Obviously, I was totally unprepared for this situation. There’s nothing you can do to prepare for the totally unique experience that you have at a NICU. I came to resent a main principle of attachment parenting – preparing for parenthood, pregnancy and birth. How could I have prepared for our pregnancy and birth, when our pregnancy and birth had become so totally out of my control? How was I supposed to be a decent parent, much less an attached one, from my bed in the ICU while my blood pressure refused to drop? I couldn’t protect my son from all kinds of painful things, like heel sticks and shots. I couldn’t nurse him. I couldn’t even hold him until he was a week old.

Kangaroo care

However, I realize now that what I was prepared to do, thanks to attachment parenting, was be my son’s momma in the best way I could. So, instead of birthing him gently at home, I changed where “home” was so that I could be at the NICU as much as possible. Instead of a babymoon filled with nursing around the clock, I set alarms so that I would wake up and pump at three in the morning, thus keeping my milk supply up.  I insisted that he never be fed straight formula, but that it was mixed with milk to give him necessary extra calories.  I held him skin-to-skin as soon as I could, and reached through his isolette to provide nurturing touch whenever possible to try to counteract all of the jabs and pokes that he received daily. I brought a sling to the NICU, and wore him as soon as he was big enough (at three pounds!).
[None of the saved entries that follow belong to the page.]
import pg from 'pg';
import { v7 } from 'uuid';
import { newRun } from '@/shared/session/startSession';
import type { Json } from '@/shared/sync/protocol';
import { benchFields, chainChanges, deskChange, newChain, reading, type Chain } from './shopRecords';
import {
  asPerson,
  testDevice,
  testServer,
  testShop,
  type TestDevice,
  type TestServer,
  type TestShop,
} from './shopWorld';

/** A shop with a bench and one device, and short words for what tests of push send. */
export class PushWorld {
  private constructor(
    readonly server: TestServer,
    readonly shop: TestShop,
    readonly admin: pg.Client,
    readonly benchId: string,
    public device: TestDevice,
  ) {}

  static async make(): Promise<PushWorld> {
    const server = await testServer();
    const shop = await testShop(server, 'alder');
    const benchId = v7();
    const bench = deskChange({ kind: 'create', table: 'benches', rid: benchId, set: benchFields('alder') });
    await asPerson(server, shop.people.technician)
      .post('/api/changes')
      .send({ changes: [bench] })
      .expect(200);
    const admin = new pg.Client({ connectionString: server.db.adminUrl });
    await admin.connect();
    return new PushWorld(server, shop, admin, benchId, await testDevice(server, shop));
  }

  async close(): Promise<void> {
    await this.admin.end();
    await this.server.close();
  }

  /** Goes on with a device that has sent nothing. */
  async anotherDevice(): Promise<void> {
    this.device = await testDevice(this.server, this.shop);
  }

  /** A session with one reading, sent and applied. */
  async sentChain(): Promise<Chain> {
    const ids = newChain(this.benchId);
    const { verdicts } = await this.device.push(...chainChanges(this.device, 'alder', ids));
    expect(verdicts.map((one) => one.verdict)).toEqual(Array.from({ length: 8 }, () => 'applied'));
    return ids;
  }

  newReading(ids: Chain, over: Parameters<typeof reading>[2] = {}) {
    const set = reading(this.device, ids, over);
    return this.device.change({ kind: 'create', table: 'readings', rid: v7(), set });
  }

  patch(rid: string, base: Record<string, Json>, set: Record<string, Json>, table = 'readings') {
    return this.device.change({ kind: 'patch', table, rid, base, set });
  }

  /** Lines of the log, by the ids of their changes. */
  async log(ids: string[]) {
    return (await this.admin.query('select * from changes where id = any($1::uuid[]) order by n', [ids]))
      .rows;
  }
}

/** The second run of a session. */
export const secondRun = (sessionId: string) =>
  newRun({ sessionId, runOrdinal: 2, side: 'intake', port: '2', valvesOpenCount: 1 });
Snuggling at the NICUI also was prepared to regard my son as an individual, who would have his own unique challenges and triumphs through our sixty-seven day NICU stay. Because I’d already come to know him as Gwyn, who loved orange juice and had an amusing propensity towards kicking right underneath of my bellybutton, it was easier to not be devastated by the myriad horror stories that you are confronted with when you say the word “premature.” Rather than a statistic, we knew that he was Peter Gwydion, and we treated him as such. We sang to him, read to him, just sat with him and celebrated his amazing life and strength together.

Kangaroo care again!

It’s still very painful sometimes that we got such a rough introduction into parenting, painful that my baby didn’t get the beautiful and gentle start that he deserved. I am grateful, though, that he was born into a family who was prepared to adapt to this new, totally unexpected situation. I am grateful to him for all of his hard work.

Asleep at home in JanuaryOur parenting principles of love, respect and support for our amazing, one-of-a-kind son are what brought our family through the NICU intact, albeit changed forever. Now, as I hold my happy, healthy baby, I feel prepared to meet whatever challenges we are faced with through the journey our family is on together.  We parent Peter Gwydion with the same support and love that we have been blessed with for a year, since we found out I was pregnant, and I am so totally grateful.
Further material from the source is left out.